Re: hfs support for blocksize != 512

From: Alexander Viro (viro@math.psu.edu)
Date: Wed Aug 30 2000 - 02:45:01 EST


On Wed, 30 Aug 2000, Albert D. Cahalan wrote:

> Ext2, XFS, Reiserfs, NWFS, and JFS need a multi-threaded VFS.
> Do we really need a screaming fast multi-threaded AFFS driver?

Erm... Roman seems to complain about VFS/VM not locking hard enough to
make protection of private fs data structures unnecessary.

> Tell me who is doing SPECweb99 benchmarks on AFFS.
> I'd trade away some NTFS performance for a bug reduction.
> Perhaps the trade would be OK for most single-user filesystems.
> Somebody was doing a Commodore 64 filesystem. That just isn't
> going to be mounted on /tmp except as a joke.
>
> Yeah, I know about the Coda interface and all. People like the
> ease-of-use and reliability offered by in-kernel filesystems.

<blinks> What? You are trying to say that debugging the kernel code is
easier than doing that in userland? Could you pass me this reefer? Seems
to be some fairly strong stuff in there... There are reasons to write
kernel fs, but reliability is _not_ one of them; debugging will be harder
with all usual consequences.

> Having a complex-to-simple VFS adapter would make this guy happy.
> You don't have to write it or use it.

Albert, care to look at the API someday? Areas of major suckage:
        ->revalidate()
        ->truncate()
        ->readdir()
It's too fscking close to 2.4 for further cleanups in these places. The
rest is in funny state - simple, but badly documented.

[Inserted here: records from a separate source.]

import type { RequestHandler } from 'express';
import { rateLimit } from 'express-rate-limit';
import helmet from 'helmet';
import { sendProblem } from './problems';

/** Only this machine's own names are answered: a foreign Host header is a page elsewhere trying to reach in (DNS rebinding). */
export const ownHostOnly: RequestHandler = (request, response, next) => {
  const host = (request.headers.host ?? '').replace(/:\d+$/, '').toLowerCase();
  if (host === '127.0.0.1' || host === 'localhost' || host === '[::1]') return next();
  sendProblem(
    response,
    403,
    'Refused',
    'Clackwatch answers only on this machine (127.0.0.1 or localhost). Opening it to a network needs accounts, which this version does not have.',
  );
};

/** Writes need a header that a page of another site cannot send without asking, and an origin of our own where one is told. */
export const noCrossSiteWrites: RequestHandler = (request, response, next) => {
  if (request.method === 'GET' || request.method === 'HEAD') return next();
  const { origin } = request.headers;
  const ownOrigin = origin === undefined || origin === `http://${request.headers.host}`;
  const site = request.headers['sec-fetch-site'];
  const ownSite = site === undefined || site === 'same-origin' || site === 'none';
  if (ownOrigin && ownSite && request.headers['x-clackwatch'] === '1') return next();
  sendProblem(
    response,
    403,
    'Refused',
    'A change must come from Clackwatch itself or carry the header "x-clackwatch: 1".',
  );
};

export const securityHeaders = helmet({
  contentSecurityPolicy: {
    useDefaults: false,
    directives: {
      defaultSrc: ["'self'"],
      imgSrc: ["'self'", 'data:', 'blob:'],
      objectSrc: ["'none'"],
      baseUri: ["'none'"],
      formAction: ["'self'"],
      frameAncestors: ["'none'"],
    },
  },
  // plain http on the loopback: nothing to promise about https
  strictTransportSecurity: false,
});

export const limitRate = rateLimit({
  windowMs: 60_000,
  limit: 1_200,
  standardHeaders: 'draft-8',
  legacyHeaders: false,
  handler: (_request, response) =>
    sendProblem(response, 429, 'Too many requests', 'More than 1,200 requests in a minute; wait a little.'),
});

        It's much simpler than it used to be and I really wonder what
simplification would you propose. Full lock on all operations? But one
can do it right now - it's not worth a special translator... The only
thing to watch for: ->writepage() (i.e. pageout) can happen anywhere below
the ->i_size and you can't use blocking exclusion against that. Rationale:
trivial deadlocks upon the memory pressure.
        If fs has no holes (AFFS, HFS, etc. qualify) - no block allocation
on pageout, so your life is relatively simple. And the rest of
file-modifying stuff is
        a) process-synchronous
        b) called with ->i_sem held.
For files-with-holes you have to step carefully. Fixed that in ext2, but
expanding to the rest will take a while. Fortunately they are relatively
sane in other respects and happen to be very similar...

[VFS comparison]
> > Plan 9 is nice and easy. Without mmap(),
> > without link(), without truncate(), without cross-directory rename() and
>
> No link() and no cross-directory rename()... how in hell???
> They what, move via copy and delete?

So do we, if the target is on a different filesystem... So does AFS, for
that matter (no cross-directory rename). I can understand them very well -
full-blown rename() is _hell_ to get right. BT, DT in VFS, got the nausea.
Grep for "Hastur" in fs/namei.c and read the comments. POSIX, <expletives>
Fortunately, these days fs side of ->rename() is mostly painless (compared
to what had been there; there _is_ some crap, but that's what you get from
the fscked semantics of the operation).

'sides, you had been one of the most vocal link(2)-haters, hadn't you?